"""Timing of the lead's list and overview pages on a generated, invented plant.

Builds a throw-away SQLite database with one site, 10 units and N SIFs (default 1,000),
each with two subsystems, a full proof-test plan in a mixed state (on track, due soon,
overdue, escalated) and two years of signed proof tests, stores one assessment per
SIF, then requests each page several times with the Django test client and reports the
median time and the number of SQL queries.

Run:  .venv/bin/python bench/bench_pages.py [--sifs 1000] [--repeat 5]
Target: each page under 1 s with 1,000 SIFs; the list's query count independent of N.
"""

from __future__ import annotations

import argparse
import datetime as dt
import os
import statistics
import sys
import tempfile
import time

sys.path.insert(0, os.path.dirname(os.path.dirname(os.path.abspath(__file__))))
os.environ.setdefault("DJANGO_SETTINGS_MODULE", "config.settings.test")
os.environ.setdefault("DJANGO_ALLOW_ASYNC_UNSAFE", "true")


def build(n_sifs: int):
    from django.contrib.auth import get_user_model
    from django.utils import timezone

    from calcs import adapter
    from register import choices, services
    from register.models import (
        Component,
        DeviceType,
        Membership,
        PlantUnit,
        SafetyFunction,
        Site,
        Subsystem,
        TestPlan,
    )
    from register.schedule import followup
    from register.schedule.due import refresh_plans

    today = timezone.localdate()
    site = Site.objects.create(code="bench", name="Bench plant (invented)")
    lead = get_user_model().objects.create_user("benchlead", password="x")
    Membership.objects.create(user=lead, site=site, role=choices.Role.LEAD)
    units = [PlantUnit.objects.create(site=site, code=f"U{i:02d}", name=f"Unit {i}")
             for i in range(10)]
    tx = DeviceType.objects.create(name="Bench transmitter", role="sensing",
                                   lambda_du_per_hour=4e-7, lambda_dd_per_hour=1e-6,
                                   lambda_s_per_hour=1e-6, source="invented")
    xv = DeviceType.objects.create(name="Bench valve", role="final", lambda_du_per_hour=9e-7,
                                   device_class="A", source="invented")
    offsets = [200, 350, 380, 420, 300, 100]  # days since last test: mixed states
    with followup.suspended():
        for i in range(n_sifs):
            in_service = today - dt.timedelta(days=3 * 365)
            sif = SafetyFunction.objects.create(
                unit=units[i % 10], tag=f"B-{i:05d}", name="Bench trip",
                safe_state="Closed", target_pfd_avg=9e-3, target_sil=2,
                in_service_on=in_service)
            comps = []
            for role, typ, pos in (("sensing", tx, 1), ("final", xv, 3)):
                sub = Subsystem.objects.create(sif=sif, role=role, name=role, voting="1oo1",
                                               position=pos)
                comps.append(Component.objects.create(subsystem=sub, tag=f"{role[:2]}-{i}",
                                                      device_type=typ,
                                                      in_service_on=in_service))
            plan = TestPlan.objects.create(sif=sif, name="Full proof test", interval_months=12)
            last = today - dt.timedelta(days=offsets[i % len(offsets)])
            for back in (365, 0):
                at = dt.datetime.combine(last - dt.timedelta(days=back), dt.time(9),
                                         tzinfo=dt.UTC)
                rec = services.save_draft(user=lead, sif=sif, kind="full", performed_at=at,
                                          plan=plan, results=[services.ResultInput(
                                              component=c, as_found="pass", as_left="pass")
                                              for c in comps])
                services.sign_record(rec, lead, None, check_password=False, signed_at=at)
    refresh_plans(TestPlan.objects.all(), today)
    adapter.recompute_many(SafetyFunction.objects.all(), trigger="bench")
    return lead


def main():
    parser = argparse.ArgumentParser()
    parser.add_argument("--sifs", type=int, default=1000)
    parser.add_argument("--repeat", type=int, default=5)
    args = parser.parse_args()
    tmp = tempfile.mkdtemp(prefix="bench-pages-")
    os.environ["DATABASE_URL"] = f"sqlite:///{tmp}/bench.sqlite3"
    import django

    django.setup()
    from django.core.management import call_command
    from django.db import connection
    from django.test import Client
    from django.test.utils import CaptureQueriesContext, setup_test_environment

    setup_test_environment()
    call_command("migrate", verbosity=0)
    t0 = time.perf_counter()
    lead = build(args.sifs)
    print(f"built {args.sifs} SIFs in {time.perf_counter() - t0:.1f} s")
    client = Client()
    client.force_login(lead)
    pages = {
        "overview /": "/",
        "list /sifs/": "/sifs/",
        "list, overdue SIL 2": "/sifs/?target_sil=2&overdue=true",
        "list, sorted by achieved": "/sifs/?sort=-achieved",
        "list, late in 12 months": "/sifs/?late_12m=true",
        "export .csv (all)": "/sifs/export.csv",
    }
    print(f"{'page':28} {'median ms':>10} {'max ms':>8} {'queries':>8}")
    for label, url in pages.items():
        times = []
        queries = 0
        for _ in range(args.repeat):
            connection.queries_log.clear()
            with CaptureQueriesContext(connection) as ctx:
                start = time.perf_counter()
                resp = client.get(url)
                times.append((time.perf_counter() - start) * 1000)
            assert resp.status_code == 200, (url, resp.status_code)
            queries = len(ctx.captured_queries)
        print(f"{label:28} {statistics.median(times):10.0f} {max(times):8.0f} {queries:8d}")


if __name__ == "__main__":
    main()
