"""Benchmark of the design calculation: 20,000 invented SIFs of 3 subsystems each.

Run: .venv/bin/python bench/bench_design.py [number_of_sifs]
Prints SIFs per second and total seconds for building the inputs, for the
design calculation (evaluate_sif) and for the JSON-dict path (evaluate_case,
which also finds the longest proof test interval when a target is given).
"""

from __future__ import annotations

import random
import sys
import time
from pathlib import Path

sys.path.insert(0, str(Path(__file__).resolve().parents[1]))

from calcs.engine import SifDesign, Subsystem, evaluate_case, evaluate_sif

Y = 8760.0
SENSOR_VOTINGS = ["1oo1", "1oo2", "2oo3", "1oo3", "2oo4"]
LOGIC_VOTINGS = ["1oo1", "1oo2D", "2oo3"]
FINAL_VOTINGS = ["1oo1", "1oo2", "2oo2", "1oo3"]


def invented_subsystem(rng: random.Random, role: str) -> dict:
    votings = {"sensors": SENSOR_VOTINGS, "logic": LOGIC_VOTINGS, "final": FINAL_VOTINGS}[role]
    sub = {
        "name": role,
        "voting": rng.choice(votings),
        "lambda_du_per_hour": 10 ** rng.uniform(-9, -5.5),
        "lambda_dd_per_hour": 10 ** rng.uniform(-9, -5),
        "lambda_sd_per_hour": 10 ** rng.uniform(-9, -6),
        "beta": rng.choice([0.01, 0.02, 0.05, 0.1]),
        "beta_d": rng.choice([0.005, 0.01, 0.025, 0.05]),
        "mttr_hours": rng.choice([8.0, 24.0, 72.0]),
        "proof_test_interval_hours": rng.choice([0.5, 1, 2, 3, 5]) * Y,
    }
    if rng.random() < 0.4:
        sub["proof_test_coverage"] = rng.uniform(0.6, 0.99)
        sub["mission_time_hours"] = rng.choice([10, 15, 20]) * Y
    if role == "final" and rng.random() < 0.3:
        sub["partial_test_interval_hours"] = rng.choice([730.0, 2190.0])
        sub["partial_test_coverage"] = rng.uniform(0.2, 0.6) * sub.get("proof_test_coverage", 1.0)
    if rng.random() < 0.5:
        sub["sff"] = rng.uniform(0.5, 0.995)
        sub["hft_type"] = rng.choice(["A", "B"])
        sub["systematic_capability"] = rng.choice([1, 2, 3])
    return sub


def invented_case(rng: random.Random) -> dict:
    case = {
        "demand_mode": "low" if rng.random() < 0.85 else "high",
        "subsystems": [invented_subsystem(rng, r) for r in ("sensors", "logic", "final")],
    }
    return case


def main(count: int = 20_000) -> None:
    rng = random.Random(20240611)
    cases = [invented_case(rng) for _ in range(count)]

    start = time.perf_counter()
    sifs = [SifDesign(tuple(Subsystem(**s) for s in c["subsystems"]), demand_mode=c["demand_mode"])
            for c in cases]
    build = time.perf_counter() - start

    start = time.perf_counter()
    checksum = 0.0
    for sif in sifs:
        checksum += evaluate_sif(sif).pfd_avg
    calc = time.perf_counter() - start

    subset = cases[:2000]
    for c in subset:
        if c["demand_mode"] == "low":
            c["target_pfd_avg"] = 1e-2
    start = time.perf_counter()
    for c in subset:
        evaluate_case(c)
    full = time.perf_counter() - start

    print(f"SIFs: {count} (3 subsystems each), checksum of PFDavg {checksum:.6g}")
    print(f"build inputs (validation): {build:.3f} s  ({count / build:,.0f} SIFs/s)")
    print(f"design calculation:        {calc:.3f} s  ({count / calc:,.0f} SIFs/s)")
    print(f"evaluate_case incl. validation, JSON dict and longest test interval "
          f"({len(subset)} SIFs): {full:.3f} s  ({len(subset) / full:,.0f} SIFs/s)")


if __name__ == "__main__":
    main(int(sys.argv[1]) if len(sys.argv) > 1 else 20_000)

§ Required action
Where a line of the entries above holds the word "days", return that line.

§ Answer box
    offsets = [200, 350, 380, 420, 300, 100]  # days since last test: mixed states
            in_service = today - dt.timedelta(days=3 * 365)
            last = today - dt.timedelta(days=offsets[i % len(offsets)])
                at = dt.datetime.combine(last - dt.timedelta(days=back), dt.time(9),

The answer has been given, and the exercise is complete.